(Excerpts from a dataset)
========================
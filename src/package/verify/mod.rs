//! Is a package what it says it is, and can it be built? Every file read back, and held against every other: its own package, or one a
//! colleague edited.

mod align;
mod copper;
mod files;
mod holes;
mod identity;
mod job_file;
mod layers;
mod limits;
mod nets;
mod shop;

use std::fs;
use std::path::Path;

use crate::base::Place;
use crate::base::Point;
use crate::base::Problem;
use crate::package::contents::CONTENTS;
use crate::package::contents::Contents;
use crate::package::dxf::Drawn;
use crate::package::netlist::Netlist;
use crate::package::read_drill::Drilled;
use crate::package::read_gerber::Content;
use crate::package::read_gerber::Image;
use copper::Copper;
use limits::Limits;

/// What was found in a package.
#[derive(Clone, Debug)]
pub struct Checked {
    /// The list of the package.
    pub contents: Contents,
    /// Everything found, in the order of the list.
    pub findings: Vec<Problem>,
}

/// A package read back.
struct Pack<'a> {
    folder: &'a Path,
    contents: &'a Contents,
    gerbers: Vec<(String, Image)>,
    drills: Vec<(String, Drilled)>,
    drawing: Option<(String, Drawn)>,
    netlist: Option<(String, Netlist)>,
    job_file: Option<(String, serde_json::Value)>,
    /// What the order says of the shop and the board.
    limits: Limits,
    /// Copper layers, by number.
    coppers: Vec<Copper>,
}

impl Pack<'_> {
    /// Corners of the profile.
    fn edge(&self) -> Option<[Point; 2]> {
        self.gerbers.iter().find(|(_, image)| image.content == Some(Content::Profile)).and_then(|(_, image)| image.bounds())
    }

    /// The number of the lowest copper layer.
    fn last_layer(&self) -> i32 {
        self.coppers.iter().map(|copper| copper.layer).max().unwrap_or(1)
    }
}

/// Findings being collected.
#[derive(Default)]
struct Findings(Vec<Problem>);

impl Findings {
    fn add(&mut self, code: &'static str, file: &str, what: impl AsRef<str>) {
        self.at(code, file, None, what);
    }

    fn at(&mut self, code: &'static str, file: &str, place: Option<Point>, what: impl AsRef<str>) {
        let place = place.map_or(Place::Whole, Place::Board);
        let help = if code.starts_with("file-") { "make the package again, or restore the file" } else { "make the package again" };
        self.0.push(Problem::error(code, place, format!("{file}: {}", what.as_ref()), help));
    }
}

/// What is held against the whole package once all files are read, in this order.
type Rule = fn(&Pack, &mut Findings);
const RULES: &[Rule] = &[identity::check, layers::check, job_file::check, align::check, holes::check, nets::check, shop::check];

/// Reads a package back.
///
/// Findings, by subject:
/// - files: `file-missing`, `file-changed`, `file-unknown`, `zip-unreadable`, `zip-differs`, `note-unreadable`, `note-checksum-differs`,
///   `pdf-unreadable`, `picture-unreadable`, `order-unreadable`, `touchstone-unreadable`;
/// - syntax and units: `gerber-*`, `drill-*`, `dxf-unreadable`, `dxf-units`, `netlist-unreadable`, `netlist-units`, `netlist-end-missing`,
///   `job-file-unreadable`;
/// - identity: `coordinates-differ`, `project-differs`, `revision-differs`;
/// - layers: `layer-missing`, `layer-doubled`, `layer-function-differs`, `polarity-wrong`, `profile-missing`, `outline-crosses-itself`,
///   `land-under-mask`, `paste-off-land`;
/// - job file: `job-files-differ`, `job-layers-differ`, `size-differs`, `thickness-differs`;
/// - alignment: `origin-differs`, `copper-outside-board`, `hole-outside-board`, `drawing-differs`, `area-differs`;
/// - holes: `hole-off-copper`, `hole-off-pad`, `hole-doubled`, `holes-overlap`, `hole-cuts-copper`, `drill-span-differs`;
/// - nets: `nets-joined`, `net-in-pieces`, `net-missing`, `net-untested`, `netlist-off-copper`, `netlist-differs`, `netlist-drill-differs`;
/// - the shop's limits on the copper as read back: `line-below-minimum`, `gap-below-minimum`, `ring-below-minimum`, `hole-below-minimum`,
///   `hole-to-hole-below-minimum`.
///
/// # Errors
/// `package-unreadable`: the folder or its list cannot be read, so there is nothing to check against.
pub fn verify(folder: &Path) -> Result<Checked, Problem> {
    let unreadable = |what: String| {
        let help = format!("name a folder that `make` or `draw` wrote; it holds a {CONTENTS}");
        Problem::error("package-unreadable", Place::Whole, what, help)
    };
    let list = folder.join(CONTENTS);
    let text = fs::read_to_string(&list).map_err(|error| unreadable(format!("{}: {error}", list.display())))?;
    let contents = Contents::read(&text).map_err(|error| unreadable(format!("{}: {error}", list.display())))?;
    let mut findings = Findings::default();
    let mut pack = Pack {
        folder,
        contents: &contents,
        gerbers: Vec::new(),
        drills: Vec::new(),
        drawing: None,
        netlist: None,
        job_file: None,
        limits: Limits::default(),
        coppers: Vec::new(),
    };
    files::unknown(&pack, &mut findings).map_err(|error| unreadable(format!("{}: {error}", folder.display())))?;
    for listed in &contents.files {
        files::read(&mut pack, listed, &mut findings);
    }
    pack.coppers = pack.gerbers.iter().filter_map(|(name, image)| Copper::of(name, image)).collect();
    pack.coppers.sort_by_key(|copper| copper.layer);
    for rule in RULES {
        rule(&pack, &mut findings);
    }
    let findings = findings.0;
    Ok(Checked { contents, findings })
}
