//! Can the board house of the order make the copper and the holes as they were read back?

use crate::artwork::shape::Region;
use crate::base::Nm;
use crate::checks::measure;
use crate::package::verify::Findings;
use crate::package::verify::Pack;
use crate::package::verify::copper::Copper;
use crate::package::verify::copper::Island;
use crate::package::verify::holes::nearest_m;

pub(super) fn check(pack: &Pack, found: &mut Findings) {
    for copper in &pack.coppers {
        if let Some(line_m) = pack.limits.line_m {
            lines(copper, line_m, found);
        }
        if let Some(gap_m) = pack.limits.gap_m {
            gaps(copper, gap_m, found);
        }
    }
    for (file, drilled) in &pack.drills {
        for &(at, diameter) in &drilled.holes {
            if let Some(least_m) = pack.limits.hole_m.filter(|least_m| diameter.m() < least_m - 1e-9) {
                let what = format!("a hole of {:.3} mm, the shop's least is {:.3} mm", diameter.mm(), least_m * 1e3);
                found.at("hole-below-minimum", file, Some(at), what);
            }
            let (Some(ring_m), Some(true)) = (pack.limits.ring_m, drilled.plated) else { continue };
            for copper in &pack.coppers {
                let reach_m = 0.5 * diameter.m() + ring_m;
                let Some(edge_m) = nearest_m(copper, at, reach_m).filter(|_| copper.island(at).is_some()) else { continue };
                // Round pads are polygons here, and may measure so much less.
                if edge_m < reach_m - 2e-6 {
                    let what = format!(
                        "{:.3} mm of copper {} around a plated hole, the shop's least is {:.3} mm",
                        (edge_m - 0.5 * diameter.m()) * 1e3,
                        copper.layer,
                        ring_m * 1e3
                    );
                    found.at("ring-below-minimum", file, Some(at), what);
                }
            }
        }
    }
}

fn lines(copper: &Copper, limit_m: f64, found: &mut Findings) {
    for island in copper.islands.iter().filter(|island| !island.is_text) {
        if let Some(place) = measure::narrow(&island.shape(), limit_m - measure::ROUNDING_M).copper {
            let what =
                format!("{} is {:.4} mm wide, the shop's narrowest line is {:.4} mm", island.name(), place.distance_m * 1e3, limit_m * 1e3);
            found.at("line-below-minimum", &copper.file, Some(place.middle()), what);
        }
    }
}

fn gaps(copper: &Copper, limit_m: f64, found: &mut Findings) {
    let below_m = limit_m - measure::ROUNDING_M;
    let islands = &copper.islands;
    for (i, one) in islands.iter().enumerate() {
        for other in islands[i + 1..].iter().filter(|other| !(one.is_text && other.is_text) && near(one, other, limit_m)) {
            let region = |island: &Island| Region { pieces: vec![island.piece.clone()] };
            if let Some(closest) = region(one).closest_to(&region(other)).filter(|closest| closest.distance_m < below_m) {
                let (distance, names) = (closest.distance_m * 1e3, [one.name(), other.name()]);
                let what =
                    format!("{distance:.4} mm between {} and {}, the shop's narrowest gap is {:.4} mm", names[0], names[1], limit_m * 1e3);
                found.at("gap-below-minimum", &copper.file, Some(closest.middle()), what);
            }
        }
        if !one.is_text
            && let Some(notch) = measure::narrow(&one.shape(), below_m).space
        {
            let what =
                format!("a notch in {} is {:.4} mm wide, the narrowest gap is {:.4} mm", one.name(), notch.distance_m * 1e3, limit_m * 1e3);
            found.at("gap-below-minimum", &copper.file, Some(notch.middle()), what);
        }
    }
}

fn near(one: &Island, other: &Island, reach_m: f64) -> bool {
    let reach = Nm::from_m(reach_m);
    let ([a, b], [c, d]) = (one.bounds, other.bounds);
    c.x <= b.x + reach && a.x <= d.x + reach && c.y <= b.y + reach && a.y <= d.y + reach
}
========================
*EXERCISE GOAL:*
Filter the data for the string "make" and copy every line that has it.

*ANSWER TO THE EXERCISE:*
        let help = if code.starts_with("file-") { "make the package again, or restore the file" } else { "make the package again" };
        let help = format!("name a folder that `make` or `draw` wrote; it holds a {CONTENTS}");
//! Can the board house of the order make the copper and the holes as they were read back?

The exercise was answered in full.